# TASK ITEM
Output only the lines below from the one containing "-- What it computes and why." to the one containing "is used but", exactly as written, both ends kept.

# DATA FOR REVIEW
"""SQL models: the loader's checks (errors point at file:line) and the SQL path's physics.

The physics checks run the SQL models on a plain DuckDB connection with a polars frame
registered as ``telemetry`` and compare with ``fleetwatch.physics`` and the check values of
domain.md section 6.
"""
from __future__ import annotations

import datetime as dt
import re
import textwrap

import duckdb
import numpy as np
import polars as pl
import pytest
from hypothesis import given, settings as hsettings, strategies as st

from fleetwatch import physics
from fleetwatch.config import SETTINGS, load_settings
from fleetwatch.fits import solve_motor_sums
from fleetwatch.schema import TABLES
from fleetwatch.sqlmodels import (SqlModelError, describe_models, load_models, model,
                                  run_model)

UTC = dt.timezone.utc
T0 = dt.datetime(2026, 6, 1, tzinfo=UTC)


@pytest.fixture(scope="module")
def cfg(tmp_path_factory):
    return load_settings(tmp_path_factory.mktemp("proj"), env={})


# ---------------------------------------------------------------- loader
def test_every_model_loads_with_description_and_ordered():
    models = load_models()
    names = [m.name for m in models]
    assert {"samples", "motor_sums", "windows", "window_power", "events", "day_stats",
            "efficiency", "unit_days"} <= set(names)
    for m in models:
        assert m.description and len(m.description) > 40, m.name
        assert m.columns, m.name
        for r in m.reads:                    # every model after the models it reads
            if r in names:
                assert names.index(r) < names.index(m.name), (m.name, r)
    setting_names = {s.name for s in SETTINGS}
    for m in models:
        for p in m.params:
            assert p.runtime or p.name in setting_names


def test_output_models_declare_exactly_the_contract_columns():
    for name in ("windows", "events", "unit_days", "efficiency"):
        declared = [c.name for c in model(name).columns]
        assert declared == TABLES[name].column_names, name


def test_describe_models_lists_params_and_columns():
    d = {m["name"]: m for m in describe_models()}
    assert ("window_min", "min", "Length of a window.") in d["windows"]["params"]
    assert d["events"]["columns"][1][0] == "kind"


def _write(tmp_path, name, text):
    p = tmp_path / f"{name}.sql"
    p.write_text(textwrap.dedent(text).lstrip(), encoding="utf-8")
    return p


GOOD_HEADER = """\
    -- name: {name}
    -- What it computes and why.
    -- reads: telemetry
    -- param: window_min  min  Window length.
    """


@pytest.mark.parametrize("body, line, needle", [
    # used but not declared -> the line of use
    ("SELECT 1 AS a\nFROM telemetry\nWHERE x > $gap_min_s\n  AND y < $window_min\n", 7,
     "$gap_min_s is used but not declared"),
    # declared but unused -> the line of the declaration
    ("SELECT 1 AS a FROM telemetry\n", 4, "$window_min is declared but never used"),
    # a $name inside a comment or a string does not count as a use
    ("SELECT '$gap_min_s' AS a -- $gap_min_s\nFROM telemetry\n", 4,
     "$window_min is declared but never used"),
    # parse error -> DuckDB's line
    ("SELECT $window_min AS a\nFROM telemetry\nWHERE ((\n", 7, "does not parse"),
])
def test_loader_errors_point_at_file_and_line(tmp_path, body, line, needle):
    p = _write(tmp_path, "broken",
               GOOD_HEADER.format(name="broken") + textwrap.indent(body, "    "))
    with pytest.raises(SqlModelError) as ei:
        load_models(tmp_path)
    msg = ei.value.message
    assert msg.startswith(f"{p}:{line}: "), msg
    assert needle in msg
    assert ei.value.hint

==

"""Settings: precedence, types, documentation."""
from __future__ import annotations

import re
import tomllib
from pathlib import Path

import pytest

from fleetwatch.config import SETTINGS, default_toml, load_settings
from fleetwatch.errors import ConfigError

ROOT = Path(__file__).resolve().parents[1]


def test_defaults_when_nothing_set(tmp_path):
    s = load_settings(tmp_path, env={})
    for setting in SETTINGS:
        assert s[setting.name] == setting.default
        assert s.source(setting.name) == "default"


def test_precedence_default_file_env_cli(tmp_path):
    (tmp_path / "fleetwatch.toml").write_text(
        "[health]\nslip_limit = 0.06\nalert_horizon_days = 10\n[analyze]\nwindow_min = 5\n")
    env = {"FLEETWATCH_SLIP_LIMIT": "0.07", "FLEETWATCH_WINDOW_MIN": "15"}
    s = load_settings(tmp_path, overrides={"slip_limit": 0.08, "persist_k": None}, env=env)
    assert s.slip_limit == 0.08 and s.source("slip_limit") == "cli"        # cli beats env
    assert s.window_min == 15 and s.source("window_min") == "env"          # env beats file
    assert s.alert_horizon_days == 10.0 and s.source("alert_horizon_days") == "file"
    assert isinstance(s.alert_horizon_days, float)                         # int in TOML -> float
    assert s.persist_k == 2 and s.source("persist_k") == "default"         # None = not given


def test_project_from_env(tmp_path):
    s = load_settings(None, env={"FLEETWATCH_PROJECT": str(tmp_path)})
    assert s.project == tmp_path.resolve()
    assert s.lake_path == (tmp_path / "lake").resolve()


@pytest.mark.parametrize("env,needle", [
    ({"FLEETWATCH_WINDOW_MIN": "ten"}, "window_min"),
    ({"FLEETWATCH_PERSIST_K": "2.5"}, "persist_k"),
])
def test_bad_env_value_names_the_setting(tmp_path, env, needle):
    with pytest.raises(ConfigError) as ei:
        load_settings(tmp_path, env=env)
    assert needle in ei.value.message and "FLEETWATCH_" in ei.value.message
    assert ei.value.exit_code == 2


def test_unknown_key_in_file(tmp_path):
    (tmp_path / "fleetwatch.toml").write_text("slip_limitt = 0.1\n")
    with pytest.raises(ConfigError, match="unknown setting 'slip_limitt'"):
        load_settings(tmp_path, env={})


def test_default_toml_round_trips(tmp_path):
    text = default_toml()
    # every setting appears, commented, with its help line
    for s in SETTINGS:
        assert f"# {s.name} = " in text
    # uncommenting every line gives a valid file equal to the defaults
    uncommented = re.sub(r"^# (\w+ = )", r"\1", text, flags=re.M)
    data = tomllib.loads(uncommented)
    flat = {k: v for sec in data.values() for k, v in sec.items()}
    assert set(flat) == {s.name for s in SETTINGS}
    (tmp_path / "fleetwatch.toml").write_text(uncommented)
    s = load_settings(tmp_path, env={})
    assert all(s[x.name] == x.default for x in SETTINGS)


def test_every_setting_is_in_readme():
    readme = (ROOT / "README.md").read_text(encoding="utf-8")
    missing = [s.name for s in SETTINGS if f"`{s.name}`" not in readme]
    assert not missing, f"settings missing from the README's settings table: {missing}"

# RESULT OF THE EXERCISE
    -- What it computes and why.
    -- reads: telemetry
    -- param: window_min  min  Window length.
    """


@pytest.mark.parametrize("body, line, needle", [
    # used but not declared -> the line of use
    ("SELECT 1 AS a\nFROM telemetry\nWHERE x > $gap_min_s\n  AND y < $window_min\n", 7,
     "$gap_min_s is used but not declared"),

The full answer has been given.